El cantante viajaba en una camioneta junto a su equipo cuando fue interceptado por un grupo armado. El ataque fue directo y letal: decenas de disparos impactaron el vehículo, provocando su muerte inmediata, así como la de su chofer y su representante. El único sobreviviente fue su primo, Fausto “Tano” Elizalde, quien resultó gravemente herido.
A casi dos décadas del crimen, el caso sigue sin una verdad judicial definitiva. A lo largo de los años han surgido múltiples versiones sobre lo ocurrido aquella noche, pero ninguna ha logrado esclarecer completamente los hechos. Sin embargo, un nuevo testimonio vuelve a colocar el caso en el centro de la conversación.

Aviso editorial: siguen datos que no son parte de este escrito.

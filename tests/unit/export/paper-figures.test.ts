import { describe, expect, it } from 'vitest'
import { axisRange, bandFigure, crc32, decadeText, FIGURE_WIDTHS_CM, figureSizePt, logTicks, paperFigure, pngTextChunks, pngWithText, svgWithMetadata, wrapTitle } from '#shared/export/figures'

const band = (central: number[]) => ({ central, plus: central.map(c => c / 10), minus: central.map(c => c / 10), relPlus: central.map(() => 0.1), relMinus: central.map(() => 0.1) })
const provenance = { title: 'Study A: dσ/dM [pb/GeV]', lines: ['set: Bramble-H 1.2 (Hessian pairs)', 'prescription: Hessian, asymmetric; 68 % CL'], caution: 'Leading-order prediction; PDF uncertainty only.' }

describe('log axes name their decades', () => {
  it('labels every decade in full and never a bare mantissa', () => {
    expect(decadeText(-3)).toBe('10⁻³')
    expect(decadeText(0)).toBe('1')
    expect(decadeText(12)).toBe('10¹²')
    const wide = logTicks(1e-4, 0.5)
    expect(wide.ticktext).toEqual(['10⁻⁴', '10⁻³', '10⁻²', '10⁻¹'])
    // under two decades, 2× and 5× ticks carry their decade: "2×10⁻³", not "2"
    const narrow = logTicks(1.5e-3, 3e-2)
    expect(narrow.ticktext).toEqual(['2×10⁻³', '5×10⁻³', '10⁻²', '2×10⁻²'])
    expect(narrow.tickvals).toEqual([0.002, 0.005, 0.01, 0.02])
  })

  it('puts a floor under a log observable axis and honours given limits', () => {
    const r = axisRange({ label: 'σ', log: true }, [1e-9, 1, 10], { floorRatio: 1e-4 })
    // the floor: 1e-4 of the highest value, not the 1e-9 of a band touching zero
    expect((r.range as number[])[0]).toBeGreaterThan(-4.5)
    expect(axisRange({ label: 'σ', range: [0, 5] }, [1, 2])).toMatchObject({ range: [0, 5] })
  })
})

describe('a second bin variable', () => {
  it('draws each group as its own curve in its own colour, bins keeping their own index', () => {
    const fig = bandFigure({
      positions: { lo: [0.01, 0.1, 0.01, 0.1] }, variable: { label: 'x', log: true }, observable: { label: 'F₂' },
      series: [{ id: 'a', label: 'A', band: band([1, 2, 3, 4]) }],
      groups: [{ label: 'Q² = 10 GeV²', indices: [0, 1] }, { label: 'Q² = 100 GeV²', indices: [2, 3] }]
    })
    const areas = fig.data.filter(t => t.fill === 'toself')
    expect(areas.map(t => t.name)).toEqual(['Q² = 10 GeV²', 'Q² = 100 GeV²'])
    expect(new Set(areas.map(t => (t.line as { color: string }).color)).size).toBe(2)
    const lines = fig.data.filter(t => t.customdata)
    expect(lines.map(t => (t.customdata as number[][]).map(c => c[3]))).toEqual([[0, 1], [2, 3]])
    // within a group the line runs left to right: no zig-zag between groups
    for (const t of lines) expect((t.x as number[]).filter(v => v !== null)).toEqual([0.01, 0.1])
  })
})

describe('figures for a paper', () => {
  it('sizes a one-column figure at 8.6 cm in pt with the legend outside and the footer under it', () => {
    const settings = { widthCm: FIGURE_WIDTHS_CM.single, aspect: 4 / 3, fontPt: 8, legend: 'below' as const, footer: true, dpi: 300 }
    expect(figureSizePt(settings)).toEqual({ width: 244, height: 183 })
    const fig = paperFigure(bandFigure({ positions: { lo: [1, 2] }, variable: { label: 'M', unit: 'GeV' }, observable: { label: 'dσ/dM', unit: 'pb/GeV' }, series: [{ id: 'a', label: 'A', band: band([1, 2]) }], note: '68 % CL' }), settings, provenance)
    expect(fig.layout).toMatchObject({ width: 244, height: 183, font: { size: 8 }, legend: { orientation: 'h', yref: 'container' } })
    const footer = fig.layout.title as { text: string, y: number, yref: string, yanchor: string }
    // the footer at the image's bottom edge, the legend on top of it
    expect(footer).toMatchObject({ yref: 'container', yanchor: 'top' })
    expect(footer.y).toBeLessThan(0.25)
    expect((fig.layout.legend as { y: number }).y).toBeGreaterThan(0)
    expect(footer.text.replace(/<br>/g, ' ')).toContain('Leading-order prediction; PDF uncertainty only.')
    for (const line of footer.text.split('<br>')) expect(line.length).toBeLessThanOrEqual(Math.floor(244 / (8 * 0.55)))
  })

  it('wraps a long note above the frame and makes room for its lines, on the page and on paper', () => {
    const note = 'Hessian pairs, symmetric (Hessian at the set\'s 68 % CL) / Replicas, mean ± standard deviation (replica standard deviation at the set\'s 68 % CL), 68 % CL'
    const input = { positions: { lo: [1, 2] }, variable: { label: 'x' }, observable: { label: 'F₂' }, series: [{ id: 'a', label: 'A', band: band([1, 2]) }] }
    const short = bandFigure({ ...input, note: '68 % CL' })
    const long = bandFigure({ ...input, note })
    const text = (f: typeof long) => String((f.layout.annotations as Array<{ text: string }>)[0]!.text)
    expect(text(long).split('<br>').length).toBe(2)
    expect(text(long).replace(/<br>/g, ' ')).toBe(note)
    const top = (f: typeof long) => (f.layout.margin as { t: number }).t
    expect(top(long)).toBeGreaterThan(top(short))
    const settings = { widthCm: FIGURE_WIDTHS_CM.single, aspect: 4 / 3, fontPt: 8, legend: 'below' as const, footer: false, dpi: 300 }
    const paper = paperFigure(long, settings)
    const lines = text(paper).split('<br>')
    // 8.6 cm is 244 pt: at 7 pt about 57 characters a line
    for (const line of lines) expect(line.length).toBeLessThanOrEqual(Math.floor(244 * 0.9 / (7 * 0.55)))
    expect(lines.length).toBeGreaterThan(2)
    expect(top(paper)).toBeGreaterThan(top(paperFigure(short, settings)))
  })

  it('wraps a long title at spaces', () => {
    expect(wrapTitle('W charge asymmetry (W⁺ − W⁻)/(W⁺ + W⁻) of dσ/dy', 20)).toBe('W charge asymmetry<br>(W⁺ − W⁻)/(W⁺ + W⁻)<br>of dσ/dy')
  })

  it('writes the provenance into SVG title, desc and Dublin Core metadata', () => {
    const svg = svgWithMetadata('<svg xmlns="http://www.w3.org/2000/svg" width="10"><g/></svg>', provenance)
    expect(svg).toMatch(/^<svg [^>]*><title>Study A: dσ\/dM \[pb\/GeV\]<\/title><desc>/)
    expect(svg).toContain('caution: Leading-order prediction; PDF uncertainty only.</desc>')
    expect(svg).toContain('<dc:creator>Sheaf</dc:creator>')
  })

  it('adds tEXt and iTXt chunks after IHDR with valid CRCs', () => {
    // CRC-32 check value of "123456789" (ISO 3309 / PNG specification, Annex D): 0xcbf43926
    expect(crc32(new TextEncoder().encode('123456789'))).toBe(0xcbf43926)
    const png = Uint8Array.from(atob('iVBORw0KGgoAAAANSUhEUgAAAAEAAAABCAYAAAAfFcSJAAAADUlEQVR42mNk+M9QDwADhgGAWjR9awAAAABJRU5ErkJggg=='), c => c.charCodeAt(0))
    const tagged = pngWithText(png, { Description: 'set: μ-set, dσ/dM', Disclaimer: provenance.caution })
    const chunks = pngTextChunks(tagged)
    expect(chunks).toEqual([
      { type: 'tEXt', key: 'Description', text: 'set: mu-set, dsigma/dM' },
      { type: 'iTXt', key: 'Description', text: 'set: μ-set, dσ/dM' },
      { type: 'tEXt', key: 'Disclaimer', text: provenance.caution },
      { type: 'iTXt', key: 'Disclaimer', text: provenance.caution }
    ])
    // every chunk's CRC covers its type and data
    const view = new DataView(tagged.buffer)
    for (let at = 8; at < tagged.length;) {
      const length = view.getUint32(at)
      expect(view.getUint32(at + 8 + length)).toBe(crc32(tagged.subarray(at + 4, at + 8 + length)))
      at += 12 + length
    }
  })
})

El testimonio que reabre el caso
En un podcast conducido por el creador conocido como GAFE423, un exintegrante del crimen organizado, quien aseguró haber sido escolta de un alto mando de Los Zetas, rompió el silencio sobre lo ocurrido. Su relato no sólo revive una de las teorías más conocidas, sino que aporta detalles que, según afirma, explican el motivo detrás del ataque.
De acuerdo con su versión, la clave estaría en la interpretación del tema “A mis enemigos”, una canción que, en el contexto de la época, podía ser leída como un mensaje entre grupos delictivos. Según explicó, antes del concierto habrían existido advertencias para que Elizalde evitara interpretarla en Reynosa, una plaza considerada sensible por la presencia del crimen organizado.
Sin embargo, el cantante la incluyó en su repertorio más de una vez. Para el público fue parte del espectáculo; para otros, un acto que trascendía lo musical. En ese contexto, sostiene el testimonio, la canción fue interpretada como una provocación directa.
Una orden en territorio controlado
El relato también vuelve a colocar en el centro del caso a Jaime González Durán, alias “El Hummer”, uno de los fundadores de Los Zetas y figura clave dentro de la estructura criminal de ese periodo.
Diversas versiones señalan que la insistencia en interpretar ese tema habría sido vista como una falta de respeto en un territorio bajo su control. En un entorno marcado por códigos y tensiones entre organizaciones, ese tipo de gestos podía tener consecuencias inmediatas.

Tras finalizar su presentación en el Palenque de la Expo-Feria de Reynosa, Elizalde abordó una camioneta Suburban negra junto a su equipo. Apenas habían avanzado unos metros cuando fueron interceptados por hombres armados. El ataque fue contundente: más de 60 impactos de bala quedaron registrados en el vehículo.
El atentado fue ejecutado con precisión y violencia, dejando una escena que evidenciaba no solo la brutalidad del crimen, sino también el nivel de organización detrás del ataque. Aunque el nombre de “El Hummer” ha sido vinculado en distintas versiones, hasta ahora no existe una resolución oficial que confirme su responsabilidad directa.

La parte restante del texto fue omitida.